All of these ingredients and influences converged most effectively, more or less, on Dopes to Infinity's most successful single (and 1995's most unfathomably named Top 20 Rock single), "Negasonic Teenage Warhead," which garnered enough radio airplay to expand Monster Magnet's fan base considerably, and justified the aggressive touring they were about to undertake.
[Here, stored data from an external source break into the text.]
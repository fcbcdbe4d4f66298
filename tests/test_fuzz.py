"""Fuzzing the command line (issue 8, item 6): a small valid analysis and its
tables, mutated by hypothesis (keys deleted, renamed and duplicated, values
of the wrong type or at the extremes of the float range, damaged TOML and
CSV bytes, very long cells), run with ``doseattr run`` in-process.

Every run must end in one of two ways: exit 0 with only finite numbers in
results.json, or exit 2 with exactly one line on standard error naming a
file and a key, row, column or line, and nothing written (no output folder,
no hidden partial folder). Never exit 1, never an exception. The search is
seeded (derandomized) and bounded in examples so the file runs in well
under a minute. The base analysis's numbers are invented.
"""

from __future__ import annotations

import json
import math
import re
import shutil
import tempfile
from pathlib import Path
from typing import Any

import pytest
from hypothesis import HealthCheck, given, settings
from hypothesis import strategies as st

from doseattr.cli import main

# -- the base analysis (invented numbers) ------------------------------------------------
BASE: dict[str, Any] = {
    "unit": "mg/m3",
    "title": "fuzz base (invented numbers)",
    "curve": {"table": "bands.csv", "model": "log-linear", "beyond": "flat"},
    "exposure": {"table": "meas.csv", "family": "lognormal"},
    "attribution": {"minimum_risk": 1.0},
    "scenario": [{"name": "cap 8", "cap": 8.0}],
    "burden": {"table": "burden.csv"},
}
TABLES = {
    "bands.csv": "# invented bands\nlower,upper,rr,ci_lower,ci_upper\n0,2,1,,\n2,5,1.3,1.1,1.6\n"
                 "5,,1.9,1.4,2.6\n",
    "meas.csv": "# invented measurements\nsite,value,weight\nA,1.2,3\nB,2.5,1\nC,<0.5,2\n"
                "D,4.1,1\nE,7.7,2\nF,3.3,1\n",
    "burden.csv": "# invented cases\nstratum,cases,population\nNorth,40,9000\nSouth,25,6000\n",
}
#: Other valid starting points: an entered curve over summary statistics
#: (with a few uncertainty draws), and work histories.
ENTERED: dict[str, Any] = {
    "unit": "mg/m3",
    "curve": {"model": "linear", "err": 0.05, "per": 1.0, "ci": [0.01, 0.09]},
    "exposure": {"family": "gamma", "mean": 4.0, "sd": 3.0},
    "attribution": {"minimum_risk": 0.5},
    "scenario": [{"name": "minus 20%", "scale": 0.8}],
    "uncertainty": {"draws": 100, "seed": 7},
}
HISTORIES: dict[str, Any] = {
    "unit": "mg/m3-years",
    "curve": {"model": "log-linear", "rr": 1.1, "per": 1.0, "max_dose": 30.0, "beyond": "flat"},
    "exposure": {"histories": "jobs.csv", "as_of": "2024-01-01", "lag_years": 2.0,
                 "family": "empirical"},
}
TABLES["jobs.csv"] = ("# invented jobs\nworker,start,end,intensity\nw1,2010-01-01,2015-07-01,0.2\n"
                      "w2,2005-03-15,2012-03-15,0.5\nw3,2019-01-01,2023-06-30,0.1\n")
PERCENTILES: dict[str, Any] = {
    "unit": "mg/m3",
    "curve": {"model": "log-linear", "rr": 1.3, "per": 10.0, "max_dose": 40.0, "beyond": "flat"},
    "exposure": {"percentiles": {"50": 3.0, "95": 12.0}, "family": "weibull", "unexposed": 0.1},
    "attribution": {"minimum_risk": [0.5, 1.5], "cutpoints": [2.0, 6.0]},
    "scenario": [{"name": "minus 1", "reduce_by": 1.0}],
    "burden": {"table": "strata.csv"},
}
TABLES["strata.csv"] = ("# invented strata\nstratum,cases,gm,gsd\nEast,12,,\nWest,30,4.0,2.2\n")
BASES = (BASE, ENTERED, HISTORIES, PERCENTILES)
NUMERIC = {"lognormal": ("gm", "gsd"), "gamma": ("shape", "scale"), "weibull": ("shape", "scale")}
FILES = ("analysis.toml",) + tuple(TABLES)

EXTREMES = [0, -0.0, 1e-308, 5e-324, 1e308, -1e308, 10**30, -(10**19), 2**63, 1.0000000001,
            -1, 0.5, 1e50, float("inf"), float("nan")]
WRONG_TYPES = ["text", "", True, [1, 2], [], {"a": 1}, "1.5"]
KEYS = ["table", "model", "family", "gm", "gsd", "shape", "scale", "mean", "sd", "max_dose",
        "minimum_risk", "cap", "unexposed", "rr", "per", "err", "name", "unit", "beyond",
        "cutpoints", "design", "dose", "lag_years", "draws", "seed", "tabel", "x"]


# -- writing TOML -------------------------------------------------------------------------
def toml_value(v: Any) -> str:
    if isinstance(v, bool):
        return "true" if v else "false"
    if isinstance(v, int):
        return str(v)
    if isinstance(v, float):
        return "nan" if math.isnan(v) else ("inf" if v > 0 else "-inf") if math.isinf(v) else repr(v)
    if isinstance(v, str):
        return json.dumps(v)
    if isinstance(v, list):
        return "[" + ", ".join(toml_value(x) for x in v) + "]"
    return "{" + ", ".join(f"{k} = {toml_value(x)}" for k, x in v.items()) + "}"


def to_toml(d: dict[str, Any]) -> str:
    lines = [f"{k} = {toml_value(v)}" for k, v in d.items()
             if not isinstance(v, dict) and not (isinstance(v, list) and v
                                                 and all(isinstance(x, dict) for x in v))]
    for k, v in d.items():
        if isinstance(v, dict):
            lines.append(f"[{k}]")
            lines += [f"{kk} = {toml_value(vv)}" for kk, vv in v.items()]
        elif isinstance(v, list) and v and all(isinstance(x, dict) for x in v):
            for block in v:
                lines.append(f"[[{k}]]")
                lines += [f"{kk} = {toml_value(vv)}" for kk, vv in block.items()]
    return "\n".join(lines) + "\n"


# -- mutations ---------------------------------------------------------------------------
def places(d: dict[str, Any]) -> list[tuple[dict[str, Any], str]]:
    """Every (mapping, key) in the analysis, sections and blocks included."""
    out = [(d, k) for k in d]
    for v in d.values():
        blocks = v if isinstance(v, list) else [v]
        for b in blocks:
            if isinstance(b, dict):
                out += [(b, k) for k in b]
    return out


@st.composite
def toml_mutation(draw, d: dict[str, Any]):
    spots = places(d)
    table, key = draw(st.sampled_from(spots))
    kind = draw(st.sampled_from(["delete", "rename", "extreme", "extreme", "wrong-type",
                                 "add", "number"]))
    if kind == "number":  # a number anywhere in float range, where a number was
        numeric = [(t, k) for t, k in spots if isinstance(t[k], (int, float))
                   and not isinstance(t[k], bool)]
        if numeric:
            table, key = draw(st.sampled_from(numeric))
            table[key] = draw(st.floats(allow_nan=False, allow_infinity=False, width=64))
            return
    if kind == "delete":
        del table[key]
    elif kind == "rename":
        table[draw(st.sampled_from(KEYS))] = table.pop(key)
    elif kind == "extreme":
        table[key] = draw(st.sampled_from(EXTREMES))
    elif kind == "wrong-type":
        table[key] = draw(st.sampled_from(WRONG_TYPES))
    else:
        table[draw(st.sampled_from(KEYS))] = draw(st.sampled_from(EXTREMES + WRONG_TYPES))


@st.composite
def text_damage(draw, data: bytes):
    kind = draw(st.sampled_from(["truncate", "stray", "bom", "duplicate-line", "non-utf8"]))
    if not data:
        return data
    at = draw(st.integers(0, len(data)))
    if kind == "truncate":
        return data[:at]
    if kind == "stray":
        return data[:at] + draw(st.sampled_from([b"\x00", b"\"", b"[", b",", b"=", b"\r"])) + data[at:]
    if kind == "bom":
        return b"\xef\xbb\xbf" + data
    if kind == "non-utf8":
        return data[:at] + b"\xff\xfe" + data[at:]
    lines = data.splitlines(keepends=True)
    i = draw(st.integers(0, len(lines) - 1))
    return b"".join(lines[:i + 1] + [lines[i]] + lines[i + 1:])


@st.composite
def csv_damage(draw, text: str):
    lines = text.splitlines()
    kind = draw(st.sampled_from(["short-row", "extra-column", "empty", "long-cell", "cell",
                                 "header-only"]))
    data = [i for i, line in enumerate(lines) if not line.startswith("#")][1:]
    i = draw(st.sampled_from(data))
    cells = lines[i].split(",")
    if kind == "short-row":
        lines[i] = ",".join(cells[:-1])
    elif kind == "extra-column":
        lines[i] += ",9"
    elif kind == "empty":
        return ""
    elif kind == "header-only":
        return "\n".join(line for j, line in enumerate(lines) if j not in data) + "\n"
    else:
        j = draw(st.integers(0, len(cells) - 1))
        cells[j] = ("7" * 140_000 if kind == "long-cell"
                    else draw(st.sampled_from(["0", "-0", "1e-308", "5e-324", "1e308", "-1e308",
                                               "1" + "0" * 30, "nan", "inf", "x", "", "<0",
                                               "1e50", "1e19"])))
        lines[i] = ",".join(cells)
    return "\n".join(lines) + "\n"


@st.composite
def cases(draw):
    d = json.loads(json.dumps(draw(st.sampled_from(BASES))))
    if "mean" in d["exposure"] and draw(st.booleans()):  # another summary description
        family = draw(st.sampled_from(sorted(NUMERIC)))
        a, b = NUMERIC[family]
        d["exposure"] = {"family": family, a: 3.0, b: 1.5 if family != "gamma" else 2.0}
    if d["exposure"].get("table") and draw(st.booleans()):
        d["exposure"]["family"] = draw(st.sampled_from(["gamma", "weibull", "best"]))
    tables = {k: v.encode() for k, v in TABLES.items()}
    for _ in range(draw(st.integers(0, 2))):
        draw(toml_mutation(d))
    toml = to_toml(d).encode()
    if draw(st.booleans()):
        toml = draw(text_damage(toml))
    if draw(st.booleans()):
        name = draw(st.sampled_from(sorted(TABLES)))
        damaged = draw(csv_damage(TABLES[name])).encode()
        if draw(st.integers(0, 4)) == 0:
            damaged = draw(text_damage(damaged))
        tables[name] = damaged
    return toml, tables


# -- the property ------------------------------------------------------------------------
LOCATION = re.compile(r"key '|row \d|column|line \d|\[\w+\]|\[\[\w+\]\]")


def walk_finite(obj: Any, where: str = "results") -> None:
    if isinstance(obj, float):
        assert math.isfinite(obj), where
    elif isinstance(obj, dict):
        for k, v in obj.items():
            walk_finite(v, f"{where}.{k}")
    elif isinstance(obj, list):
        for i, v in enumerate(obj):
            walk_finite(v, f"{where}[{i}]")


def check_one(folder: Path, toml: bytes, tables: dict[str, bytes], capsys) -> None:
    (folder / "analysis.toml").write_bytes(toml)
    for name, data in tables.items():
        (folder / name).write_bytes(data)
    out = folder / "out"
    code = main(["run", str(folder / "analysis.toml"), "--out", str(out), "--quiet"])
    err = capsys.readouterr().err
    assert code in (0, 2), err
    hidden = [p.name for p in folder.iterdir() if p.name.startswith(".") and "partial" in p.name]
    assert not hidden, hidden
    if code == 0:
        walk_finite(json.loads((out / "results.json").read_text()))
        return
    lines = err.strip().splitlines()
    assert len(lines) == 1, err
    line = lines[0]
    assert any(name in line for name in FILES), line
    assert LOCATION.search(line), line
    assert not out.exists(), "a refused run wrote its output folder"


@settings(derandomize=True, max_examples=60, deadline=None, database=None,
          suppress_health_check=[HealthCheck.function_scoped_fixture, HealthCheck.too_slow,
                                 HealthCheck.data_too_large])
@given(case=cases())
def test_mutated_analyses_end_in_results_or_one_line(case, capsys):
    toml, tables = case
    folder = Path(tempfile.mkdtemp(prefix="doseattr-fuzz-"))
    try:
        check_one(folder, toml, tables, capsys)
    finally:
        shutil.rmtree(folder, ignore_errors=True)


@pytest.mark.parametrize("base", BASES, ids=["tables", "entered", "histories", "percentiles"])
def test_the_base_analysis_runs(capsys, tmp_path, base):
    """Each unmutated base must run, or the fuzzing above tests refusals only."""
    check_one(tmp_path, to_toml(base).encode(), {k: v.encode() for k, v in TABLES.items()},
              capsys)
    assert (tmp_path / "out" / "results.json").is_file()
This began with a jaunt across the U.K. and Europe between March and April, continued with a U.S. tour supporting Corrosion of Conformity from June into August, followed by select European festival appearances and another U.S. romp supporting Korn, from October to November, before resuming for some final dates all the way out in Australia in March 1996.

But for all the band's extensive road work, reliably powerful performances, and unprecedented success at radio (the second single, "Look to Your Orb for the Warning," couldn't match "Negasonic's" performance), sales of Dopes to Infinity were still relatively sluggish by major label standards, and the tour support and radio promotion funds both dried up well before more fans could be exposed and then converted to Monster Magnet's cause. By the time Monster Magnet got back into the studio, nearly two years later, the pressure to deliver more and bigger hits would steer Wyndorf back towards a more stripped down, take-no-prisoners approach on 1998's Powertrip, and the emergence of "Space Lord" as a bona fide rock radio smash certainly paid off with the band's first Gold certification.

Unfortunately, Powertrip's well-deserved success (it, too, is an absolute scorcher of an LP) wound up unfairly relegating Dopes to Infinity to a slightly diminished standing within the incredible Monster Magnet, and renewed appreciation for the latter album's stunning musical achievements wouldn't manifest itself until the new millennium, and the group's 2011 tour, specifically dedicated to performing Dopes' songs. Thankfully, this timely reminder, along with the simple matter of surviving the test of time, has gradually cemented Dopes to Infinity's reputation as perhaps the ultimate space rock album of the '90s...and beyond.